- _What is required_
Below is some data. Retype exactly the lines starting at the one with "List<Trace> traces, int" and ending at the one with "first ? question.tolerance()".

- _Record extracts_
___
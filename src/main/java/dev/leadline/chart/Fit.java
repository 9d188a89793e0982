package dev.leadline.chart;

import java.util.ArrayList;
import java.util.List;
import java.util.Optional;
import java.util.stream.DoubleStream;

/// The ranges of a picture that follows the run.
///
/// **Draws**: on a logarithmic axis the last four decades, on a linear one everything from 0.
///
/// **Values**: all limits and estimates that each lane has shown since it had one twenty-fifth of its draws. There an
/// interval is about five times its present length, so the latest one takes about a fifth of the height whatever the
/// first ones were: wild early intervals leave the picture above and below instead of flattening it, while a jump of
/// the estimate in the later part always stays in sight. The strip is taken in where that no more than doubles the
/// height, and
/// so is the reference value; one that is farther away is named at the edge instead ([Picture]).
/// The range is then widened to half steps of the axis, so that it does not tremble with every new mark.
final class Fit {
    private static final double LATER_PART = 1.0 / 25;
    private static final double DECADES = 1e4;

    /// Ends of a value axis beyond which a length would overflow.
    private static final double MOST = 1e307;

    private Fit() {}

    static Range draws(Settling settling, boolean log) {
        var last = settling.lanes().stream()
                .flatMap(lane -> lane.last().stream())
                .mapToLong(Point::draws)
                .max();
        var first = settling.lanes().stream()
                .filter(lane -> !lane.points().isEmpty())
                .mapToLong(lane -> lane.points().getFirst().draws())
                .min();
        if (last.isEmpty()) {
            return log ? new Range(1, 1000) : new Range(0, 1000);
        }
        double to = Math.max(1, last.getAsLong());
        if (!log) {
            return new Range(0, to * 1.03);
        }
        double from = Math.max(Math.max(1, first.getAsLong()), to / DECADES);
        return from < to ? new Range(from, to * Math.pow(to / from, .03)) : new Range(to / 2, to * 2);
    }

    static Range values(Settling settling) {
        var seen = hull(settling.lanes().stream().flatMapToDouble(Fit::laterPart));
        var reference = settling.reference().map(r -> List.of(r.value() - r.error(), r.value() + r.error()));
        if (seen.isEmpty()) {
            return reference
                    .flatMap(r -> hull(r.stream().mapToDouble(v -> v)))
                    .map(Fit::roomy)
                    .orElse(new Range(0, 1));
        }
        var range = seen.get();
        for (var more : wishes(settling, reference)) {
            double low = Math.min(range.low(), more.low());
            double high = Math.max(range.high(), more.high());
            if (high - low <= 2 * seen.get().length()) {
                range = new Range(low, high);
            }
        }
        return roomy(range);
    }

    private static List<Range> wishes(Settling settling, Optional<List<Double>> reference) {
        var wishes = new ArrayList<Range>();
        settling.strip().ifPresent(wishes::add);
        reference.flatMap(r -> hull(r.stream().mapToDouble(v -> v))).ifPresent(wishes::add);
        return wishes;
    }

    private static DoubleStream laterPart(Series lane) {
        double since = lane.last().map(point -> point.draws() * LATER_PART).orElse(0.0);
        return lane.points().stream()
                .filter(point -> point.draws() >= since)
                .flatMapToDouble(point -> DoubleStream.of(point.estimate(), point.low(), point.high()))
                .filter(Double::isFinite);
    }

    /// From the least to the greatest of the finite values; about a single value, a range in proportion to it.
    private static Optional<Range> hull(DoubleStream values) {
        var all = values.filter(Double::isFinite)
                .map(v -> Math.clamp(v, -MOST, MOST))
                .summaryStatistics();
        if (all.getCount() == 0) {
            return Optional.empty();
        }
        double least = 1e-9 * Math.max(Math.abs(all.getMin()), Math.abs(all.getMax()));
        if (all.getMax() - all.getMin() > least) {
            return Optional.of(new Range(all.getMin(), all.getMax()));
        }
        double around = all.getMin() == 0 ? 1 : Math.max(Math.abs(all.getMin()) * .1, Double.MIN_NORMAL);
        return Optional.of(new Range(all.getMin() - around, all.getMax() + around));
    }

    private static Range roomy(Range range) {
        double step = halfStep(range.length() * 1.06);
        double low = step * Math.floor((range.low() - .03 * range.length()) / step);
        double high = step * Math.ceil((range.high() + .03 * range.length()) / step);
        return low < high && Double.isFinite(high - low) ? new Range(low, high) : range;
    }

    /// Half of the distance between labels that a picture of ordinary height would have.
    private static double halfStep(double length) {
        double power = Math.pow(10, Math.floor(Math.log10(length)));
        double lead = length / power;
        return power * (lead < 2 ? .1 : lead < 5 ? .25 : .5);
    }
}
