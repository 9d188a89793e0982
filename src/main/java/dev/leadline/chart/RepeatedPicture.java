package dev.leadline.chart;

import dev.leadline.interval.Interval;
import dev.leadline.study.RehearsalText;
import java.awt.BasicStroke;
import java.awt.Color;
import java.awt.Graphics2D;
import java.awt.geom.AffineTransform;
import java.awt.geom.Line2D;
import java.util.List;
import java.util.function.ToDoubleFunction;

/// The *Rehearsal* picture: an upright stroke for each interval, those that miss the value in another colour
/// and with a mark at the end that is nearer to it.
final class RepeatedPicture extends Picture {
    private static final LaneLook HELD = LaneLook.FIRST;
    private static final LaneLook MISSED = LaneLook.SECOND;

    /// Part of the limits on either side that may lie beyond the picture.
    private static final double WILD = .005;

    /// Opacity of strokes that stand apart, and of those that cover each other.
    private static final double APART = .8;

    private static final double DENSE = .3;

    private final Repeated repeated;
    private final List<Repeated.Placed> placed;
    private final List<Point> points;

    RepeatedPicture(Repeated repeated, View view, Theme theme, int width, int height) {
        this(repeated, repeated.placed(), view, theme, width, height);
    }

    private RepeatedPicture(
            Repeated repeated, List<Repeated.Placed> placed, View view, Theme theme, int width, int height) {
        super(
                view,
                theme,
                width,
                height,
                new Scale(
                        view.draws().orElseGet(() -> ranks(placed)),
                        false,
                        "repetitions in the order of their intervals",
                        ""),
                new Scale(
                        view.values().orElseGet(() -> values(repeated, placed)),
                        false,
                        repeated.answer().ask().name(),
                        repeated.answer().ask().unit()),
                key(repeated));
        this.repeated = repeated;
        this.placed = placed;
        this.points = placed.stream().map(Repeated.Placed::point).toList();
    }

    private static List<Legend.Entry> key(Repeated repeated) {
        var answer = repeated.answer();
        int missed = answer.missedLow() + answer.missedHigh();
        return List.of(
                new Legend.Entry(new Legend.Of.Upright(HELD, false), "hold the value: " + Typeset.count(answer.held())),
                new Legend.Entry(
                        new Legend.Of.Upright(MISSED, true),
                        "miss it: %s (%s below it, %s above)"
                                .formatted(
                                        Typeset.count(missed),
                                        Typeset.count(answer.missedLow()),
                                        Typeset.count(answer.missedHigh()))),
                new Legend.Entry(new Legend.Of.ReferenceLine(), "value sought"));
    }

    private static Range ranks(List<Repeated.Placed> placed) {
        double most = Math.max(10, placed.size());
        return new Range(1 - .02 * most, 1.02 * most);
    }

    private static Range values(Repeated repeated, List<Repeated.Placed> placed) {
        double value = repeated.answer().sought().value();
        double low = Math.min(value, limit(placed, Point::low, WILD));
        double high = Math.max(value, limit(placed, Point::high, 1 - WILD));
        double pad = high > low ? .06 * (high - low) : Math.max(1e-300, Math.abs(value));
        return new Range(low - pad, high + pad);
    }

    /// Of the finite ones; 0 where there is none.
    private static double limit(List<Repeated.Placed> placed, ToDoubleFunction<Point> of, double part) {
        double[] limits = placed.stream()
                .map(Repeated.Placed::point)
                .mapToDouble(of)
                .filter(Double::isFinite)
                .sorted()
                .toArray();
        return limits.length == 0
                ? 0
                : limits[(int) Math.clamp(Math.round(part * limits.length), 0L, limits.length - 1L)];
    }

    @Override
    List<Reading.At> read(double x) {
        var nearest = nearest(points, x);
        if (nearest.isEmpty()) {
            return List.of();
        }
        var one = placed.get(nearest.getAsInt());
        var point = one.point();
        return List.of(new Reading.At(
                repeated.rehearsal().lane(),
                one.missed() ? MISSED : HELD,
                ReadingText.ofRepetition(one, repeated.answer().ask().unit()),
                point,
                xOf(point.draws()),
                yOf(point.estimate())));
    }

    @Override
    boolean isSensibleAcross(Range range) {
        var all = ranks(placed);
        return range.high() - range.low() >= 2
                && range.low() >= all.low() - all.high()
                && range.high() <= 2 * all.high();
    }

    @Override
    boolean isSensibleUp(Range range) {
        var all = values(repeated, placed);
        double length = all.high() - all.low();
        return range.high() - range.low() >= 1e-6 * length && range.high() - range.low() <= 1e4 * length;
    }

    @Override
    void drawGround(Graphics2D g) {
        var sought = repeated.answer().sought();
        if (sought.error() > 0) {
            g.setColor(new Color(
                    theme.reference().getRed(),
                    theme.reference().getGreen(),
                    theme.reference().getBlue(),
                    60));
            g.fill(between(yOf(sought.value() + sought.error()), yOf(sought.value() - sought.error())));
        }
    }

    @Override
    void drawMarks(Graphics2D g) {
        double apart = xOf(2) - xOf(1);
        var stroke =
                new BasicStroke((float) Math.clamp(.6 * apart, .6, 3), BasicStroke.CAP_BUTT, BasicStroke.JOIN_MITER);
        g.setStroke(stroke);
        var colour = theme.of(HELD);
        double opacity = apart >= 1.5 ? APART : DENSE;
        g.setColor(new Color(colour.getRed(), colour.getGreen(), colour.getBlue(), (int) Math.round(255 * opacity)));
        placed.stream().filter(one -> !one.missed()).forEach(one -> upright(g, one.point()));
        var missed = placed.stream().filter(Repeated.Placed::missed).toList();
        g.setColor(theme.of(MISSED));
        missed.forEach(one -> upright(g, one.point()));
        double value = repeated.answer().sought().value();
        missed.forEach(one -> end(g, one.point(), value));
        g.setColor(theme.reference());
        g.setStroke(dashDot());
        horizontal(g, yOf(value));
    }

    private void upright(Graphics2D g, Point point) {
        double top = Math.max(yOf(point.high()), plot.getMinY() - 2);
        double bottom = Math.min(yOf(point.low()), plot.getMaxY() + 2);
        if (top < bottom) {
            double x = xOf(point.draws());
            g.draw(new Line2D.Double(x, top, x, bottom));
        }
    }

    private void end(Graphics2D g, Point point, double value) {
        double y = yOf(point.high() < value ? point.high() : point.low());
        g.fill(AffineTransform.getTranslateInstance(xOf(point.draws()), y)
                .createTransformedShape(MISSED.marker(placed.size() > 400 ? MARKER / 2 : MARKER)));
    }

    @Override
    List<String> remarks() {
        var answer = repeated.answer();
        if (placed.isEmpty()) {
            return List.of("no interval yet");
        }
        String rate = "%s of %s intervals of %s hold the value; stated: %s"
                .formatted(
                        RehearsalText.rate(answer),
                        Typeset.count(answer.bounded()),
                        RehearsalText.draws(repeated.rehearsal()),
                        Interval.percent(answer.level()));
        return answer.unbounded() == 0
                ? List.of(rate)
                : List.of(
                        rate,
                        answer.unbounded() == 1
                                ? "1 repetition has no interval"
                                : Typeset.count(answer.unbounded()) + " repetitions have no interval");
    }
}
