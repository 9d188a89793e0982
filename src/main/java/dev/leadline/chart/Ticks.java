package dev.leadline.chart;

import java.math.BigDecimal;
import java.util.ArrayList;
import java.util.List;

/// The values named along an axis.
///
/// @param factor power of ten taken out of every label, to be said beside the axis's name; 0 for none
record Ticks(List<Tick> all, int factor) {
    /// @param label empty for a tick that only divides
    record Tick(double value, String label) {}

    Ticks {
        all = List.copyOf(all);
    }

    /// Multiples of 1, 2 or 5 times a power of ten, at least two and about `most` of them. All labels have the same
    /// decimals; a power of ten is taken out below .01 and from a million.
    static Ticks even(Range range, int most) {
        double raw = range.high() / most - range.low() / most;
        int exponent = (int) Math.floor(StrictMath.log10(raw));
        BigDecimal step = null;
        List<BigDecimal> values = List.of();
        for (int lead : new int[] {10, 5, 2, 1}) {
            var candidate = BigDecimal.valueOf(lead, -exponent);
            if (values.size() >= 2 && candidate.doubleValue() < raw) {
                break;
            }
            step = candidate;
            values = multiples(candidate, range);
        }
        int factor = factor(values);
        int decimals = Math.max(0, factor - leadExponent(step));
        return new Ticks(
                values.stream()
                        .map(v -> new Tick(v.doubleValue(), label(v.movePointLeft(factor), decimals)))
                        .toList(),
                factor);
    }

    private static List<BigDecimal> multiples(BigDecimal step, Range range) {
        var values = new ArrayList<BigDecimal>();
        long first = (long) Math.ceil(range.low() / step.doubleValue());
        for (long i = first; ; i++) {
            var value = step.multiply(BigDecimal.valueOf(i));
            if (value.doubleValue() > range.high()) {
                return values;
            }
            values.add(value);
        }
    }

    /// Powers of ten where at least two are in range, else 1, 2, 5 times powers of ten, else even steps.
    static Ticks powers(Range range, int most) {
        int from = (int) Math.ceil(StrictMath.log10(range.low()) - 1e-9);
        int to = (int) Math.floor(StrictMath.log10(range.high()) + 1e-9);
        if (to - from >= 1) {
            return decades(range, from, to, most);
        }
        var ticks = new ArrayList<Tick>();
        for (int exponent = from - 1; exponent <= to; exponent++) {
            for (int lead : new int[] {1, 2, 5}) {
                double value = Double.parseDouble(lead + "e" + exponent);
                if (range.contains(value)) {
                    ticks.add(new Tick(value, multiple(lead, exponent)));
                }
            }
        }
        return ticks.size() >= 3 ? new Ticks(ticks, 0) : even(range, most);
    }

    private static Ticks decades(Range range, int from, int to, int most) {
        var ticks = new ArrayList<Tick>();
        int stride = Math.ceilDiv(to - from + 1, most);
        for (int exponent = from - 1; exponent <= to; exponent++) {
            for (int lead = 1; lead <= (stride == 1 ? 9 : 1); lead++) {
                double value = Double.parseDouble(lead + "e" + exponent);
                boolean named = lead == 1 && Math.floorMod(exponent, stride) == 0;
                if (range.contains(value)) {
                    ticks.add(new Tick(value, named ? Typeset.power(exponent) : ""));
                }
            }
        }
        return new Ticks(ticks, 0);
    }

    private static String multiple(int lead, int exponent) {
        if (exponent >= 0 && exponent < 6) {
            return Typeset.plain(new BigDecimal(lead).movePointRight(exponent));
        }
        return lead == 1 ? Typeset.power(exponent) : lead + "×" + Typeset.power(exponent);
    }

    private static int factor(List<BigDecimal> values) {
        return values.stream().filter(v -> v.signum() != 0).mapToInt(Ticks::leadExponent).max().stream()
                .map(e -> e < -2 || e >= 6 ? e : 0)
                .findFirst()
                .orElse(0);
    }

    private static int leadExponent(BigDecimal value) {
        return value.precision() - value.scale() - 1;
    }

    private static String label(BigDecimal value, int decimals) {
        return value.signum() == 0 ? "0" : Typeset.plain(value.setScale(decimals));
    }
}
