/// Pictures of a run, drawn into an image or a vector file, that also say which value stands at a pixel.
///
/// Start with [Settling][dev.leadline.chart.Settling], the plain data of a picture; [View][dev.leadline.chart.View],
/// what part of it is looked at; and [Picture][dev.leadline.chart.Picture], both laid out for a size and a
/// [Theme][dev.leadline.chart.Theme]. A window keeps a view, makes a picture off its own thread, shows
/// [image][dev.leadline.chart.Picture#image(double)] and passes mouse positions to the picture to get a
/// [Reading][dev.leadline.chart.Reading] or the next view.
///
/// This package alone imports the charting library, and only for axes and grid; it knows no JavaFX.
package dev.leadline.chart;
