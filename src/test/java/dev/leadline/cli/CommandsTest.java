package dev.leadline.cli;

import static dev.leadline.cli.CommandLines.leadline;
import static dev.leadline.cli.CommandLines.leadlineOnTerminal;
import static org.junit.jupiter.api.Assertions.assertEquals;
import static org.junit.jupiter.api.Assertions.assertFalse;
import static org.junit.jupiter.api.Assertions.assertTrue;

import dev.leadline.project.RefusedProjects.Case;
import java.io.IOException;
import java.nio.file.Files;
import java.nio.file.Path;
import java.util.List;
import java.util.stream.Stream;
import org.junit.jupiter.api.BeforeEach;
import org.junit.jupiter.api.Test;
import org.junit.jupiter.api.io.TempDir;
import org.junit.jupiter.params.ParameterizedTest;
import org.junit.jupiter.params.provider.MethodSource;
import org.junit.jupiter.params.provider.ValueSource;
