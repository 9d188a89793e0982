package dev.leadline.chart;

import dev.leadline.model.Plan;
import dev.leadline.model.Question;
import dev.leadline.model.Tolerance;
import dev.leadline.reference.ReferenceValue;
import dev.leadline.reference.ReferenceValue.Known;
import dev.leadline.trace.Answers;
import dev.leadline.trace.Trace;
import java.util.Comparator;
import java.util.List;
import java.util.Optional;

/// What the *Settling* picture shows of one answer: the running estimate of each lane with its interval, the reference
/// value and the strip of the numerical tolerance. Plain data, immutable.
///
/// @param title of the question
/// @param quantity what is estimated, as `chance per year`
/// @param unit of the values; empty for none
/// @param level of confidence of the intervals
/// @param seed of the draws
/// @param lanes at most four, in the order of the question
public record Settling(
        String title,
        String quantity,
        String unit,
        double level,
        long seed,
        Optional<Known> reference,
        Optional<Tolerance> tolerance,
        List<Series> lanes)
        implements Subject {

    public Settling {
        lanes = List.copyOf(lanes);
        if (lanes.size() > LaneLook.values().length) {
            throw new IllegalArgumentException(lanes.size() + " lanes in a picture for four");
        }
    }

    /// The first answer, which reference and tolerance speak of.
    public static Settling of(Question question, Plan plan, List<Trace> traces) {
        return of(question, plan, traces, 0);
    }

    /// @param answer index among the things asked
    public static Settling of(Question question, Plan plan, List<Trace> traces, int answer) {
        var ask = question.asks().get(answer);
        boolean first = answer == 0;
        return new Settling(
                question.title(),
                ask.name(),
                ask.unit(),
                Answers.level(question),
                plan.seed(),
                first ? reference(question, traces) : Optional.empty(),
                first ? question.tolerance() : Optional.empty(),
                traces.stream().map(trace -> Series.of(trace, answer)).toList());
    }

    /// What a run knows of it, or what is known before.
    static Optional<Known> reference(Question question, List<Trace> traces) {
        return traces.stream()
                .findFirst()
                .flatMap(Trace::reference)
                .or(() -> ReferenceValue.of(question))
                .flatMap(ReferenceValue::known);
    }

    /// The strip of the numerical tolerance: latest estimate ± the half-width that the tolerance allows there, of
    /// the lane whose latest interval is the shortest, since its answer is the one to sign. That lane has met the
    /// tolerance once its band is no longer than the strip is high. Empty without a tolerance or an estimate, or
    /// where the tolerance is relative and the estimate 0.
    public Optional<Range> strip() {
        return tolerance.flatMap(asked ->
                sharpest().flatMap(point -> around(point.estimate(), asked.allowed(point.estimate()))));
    }

    private Optional<Point> sharpest() {
        return lanes.stream()
                .flatMap(lane -> lane.last().stream())
                .filter(point -> Double.isFinite(point.estimate()))
                .min(Comparator.comparingDouble(point -> point.high() - point.low()));
    }

    private static Optional<Range> around(double estimate, double width) {
        double low = estimate - width;
        double high = estimate + width;
        return low < high && Double.isFinite(low) && Double.isFinite(high)
                ? Optional.of(new Range(low, high))
                : Optional.empty();
    }

    @Override
    public String caption() {
        return Caption.of(this);
    }

    /// The values behind the picture, a row for each mark of each lane.
    public List<Row> rows() {
        return lanes.stream()
                .flatMap(lane -> lane.points().stream().map(point -> new Row(lane.lane(), point)))
                .toList();
    }

    /// A row of the table behind the picture.
    public record Row(String lane, Point point) {}
}
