package dev.leadline.chart;

import dev.leadline.interval.Interval;
import java.awt.BasicStroke;
import java.awt.Graphics2D;
import java.awt.geom.Line2D;
import java.util.ArrayList;
import java.util.List;
import java.util.stream.DoubleStream;

/// The *Error decay* picture: both axes logarithmic, the tolerance a line below which it is met, a thin straight line
/// of the promised slope through the middle of each lane's later part and onwards.
final class ErrorDecayPicture extends Picture {
    /// A tolerance farther from the marks leaves the picture.
    private static final double FARTHEST = 1000;

    private final ErrorDecay decay;

    ErrorDecayPicture(ErrorDecay decay, View view, Theme theme, int width, int height) {
        this(decay, view, theme, width, height, view.values().orElseGet(() -> values(decay)));
    }

    private ErrorDecayPicture(ErrorDecay decay, View view, Theme theme, int width, int height, Range values) {
        super(
                view,
                theme,
                width,
                height,
                new Scale(view.draws().orElseGet(() -> draws(decay)), true, "draws", ""),
                new Scale(
                        values,
                        true,
                        "half-width of the " + Interval.percent(decay.level()) + " interval",
                        decay.unit()),
                key(decay, values));
        this.decay = decay;
    }

    private static List<Legend.Entry> key(ErrorDecay decay, Range values) {
        var entries = new ArrayList<Legend.Entry>();
        for (int i = 0; i < decay.lanes().size(); i++) {
            var lane = decay.lanes().get(i);
            entries.add(new Legend.Entry(
                    new Legend.Of.Trail(LaneLook.values()[i]),
                    lane.series().lane() + "  " + lane.series().scheme() + slopes(lane)));
        }
        decay.allowed()
                .ifPresent(width -> entries.add(new Legend.Entry(
                        new Legend.Of.Below(),
                        "numerical tolerance " + Caption.of(decay.tolerance().orElseThrow(), decay.unit())
                                + (values.contains(width)
                                        ? ""
                                        : width < values.low() ? " (below the picture)" : " (above the picture)"))));
        return entries;
    }

    /// As `, slope −0.51 (promised −½)`.
    private static String slopes(ErrorDecay.Decay lane) {
        return Caption.slope(lane).map(text -> ", " + text).orElse("");
    }

    private static Range draws(ErrorDecay decay) {
        var all = decay.lanes().stream()
                .flatMap(lane -> lane.series().points().stream())
                .mapToDouble(Point::draws)
                .summaryStatistics();
        if (all.getCount() == 0) {
            return new Range(1, 1000);
        }
        double from = Math.max(1, all.getMin());
        double to = Math.max(all.getMax(), 4 * from);
        return new Range(from / 1.1, to * StrictMath.pow(to / from, .04));
    }

    /// All reaches, and the tolerance where it is not far off.
    private static Range values(ErrorDecay decay) {
        var seen = decay.lanes().stream()
                .flatMap(lane -> lane.series().points().stream())
                .mapToDouble(ErrorDecay::reach)
                .filter(reach -> reach > 0)
                .summaryStatistics();
        double low = seen.getCount() == 0 ? .1 : seen.getMin();
        double high = seen.getCount() == 0 ? 10 : seen.getMax();
        for (double width : decay.allowed().stream().toArray()) {
            if (width > low / FARTHEST && width < high * FARTHEST) {
                low = Math.min(low, width);
                high = Math.max(high, width);
            }
        }
        return new Range(Math.max(low / 1.6, Double.MIN_NORMAL), Math.min(high * 1.6, 1e300));
    }

    @Override
    List<Reading.At> read(double x) {
        var lanes = new ArrayList<Reading.At>();
        for (int i = 0; i < decay.lanes().size(); i++) {
            var lane = decay.lanes().get(i).series();
            var look = LaneLook.values()[i];
            nearest(lane.points(), x).ifPresent(k -> {
                var point = lane.points().get(k);
                String words = ReadingText.ofReach(point, decay.unit());
                double y = yOf(ErrorDecay.reach(point));
                lanes.add(new Reading.At(lane.lane(), look, words, point, xOf(point.draws()), y));
            });
        }
        return lanes;
    }

    @Override
    boolean isSensibleAcross(Range range) {
        return range.low() >= .1 && range.high() <= 1e4 * draws(decay).high() && range.high() >= 1.01 * range.low();
    }

    @Override
    boolean isSensibleUp(Range range) {
        var most = values(decay);
        return range.low() >= most.low() / 1e4
                && range.high() <= most.high() * 1e4
                && range.high() >= 1.01 * range.low();
    }

    @Override
    void drawGround(Graphics2D g) {
        decay.allowed().ifPresent(width -> strip(g, yOf(width), plot.getMaxY() + 2));
    }

    @Override
    void drawMarks(Graphics2D g) {
        var lanes = new ArrayList<Trace>();
        for (int i = 0; i < decay.lanes().size(); i++) {
            var lane = decay.lanes().get(i);
            lanes.add(new Trace(lane.series().points(), LaneLook.values()[i]));
        }
        for (int i = 0; i < lanes.size(); i++) {
            drawPromise(g, decay.lanes().get(i), LaneLook.values()[i]);
        }
        lanes.forEach(lane -> lane.line(g, ErrorDecay::reach));
        lanes.forEach(lane -> lane.markers(g, ErrorDecay::reach));
    }

    private void drawPromise(Graphics2D g, ErrorDecay.Decay lane, LaneLook look) {
        var later = Slope.laterPart(lane.series().points());
        if (lane.promised().isEmpty() || later.isEmpty()) {
            return;
        }
        double x = mean(later.stream().mapToDouble(Point::draws));
        double y = mean(later.stream().mapToDouble(ErrorDecay::reach));
        double slope = lane.promised().getAsDouble();
        double left = later.getFirst().draws();
        double right = draws().high();
        g.setColor(theme.of(look));
        g.setStroke(new BasicStroke(.8f));
        g.draw(new Line2D.Double(
                xOf(left),
                yOf(StrictMath.exp(y + slope * (StrictMath.log(left) - x))),
                xOf(right),
                yOf(StrictMath.exp(y + slope * (StrictMath.log(right) - x)))));
    }

    private static double mean(DoubleStream values) {
        return values.map(StrictMath::log).average().orElseThrow();
    }

    @Override
    List<String> remarks() {
        var remarks = new ArrayList<String>();
        if (decay.lanes().stream().allMatch(lane -> lane.series().points().isEmpty())) {
            remarks.add("no draws yet");
        }
        for (var lane : decay.lanes()) {
            var points = lane.series().points();
            if (!points.isEmpty() && points.stream().noneMatch(p -> ErrorDecay.reach(p) > 0)) {
                remarks.add("lane %s: no interval yet".formatted(lane.series().lane()));
            }
        }
        return remarks;
    }
}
___
- _Expected output_
    public static Settling of(Question question, Plan plan, List<Trace> traces, int answer) {
        var ask = question.asks().get(answer);
        boolean first = answer == 0;
        return new Settling(
                question.title(),
                ask.name(),
                ask.unit(),
                Answers.level(question),
                plan.seed(),
                first ? reference(question, traces) : Optional.empty(),
                first ? question.tolerance() : Optional.empty(),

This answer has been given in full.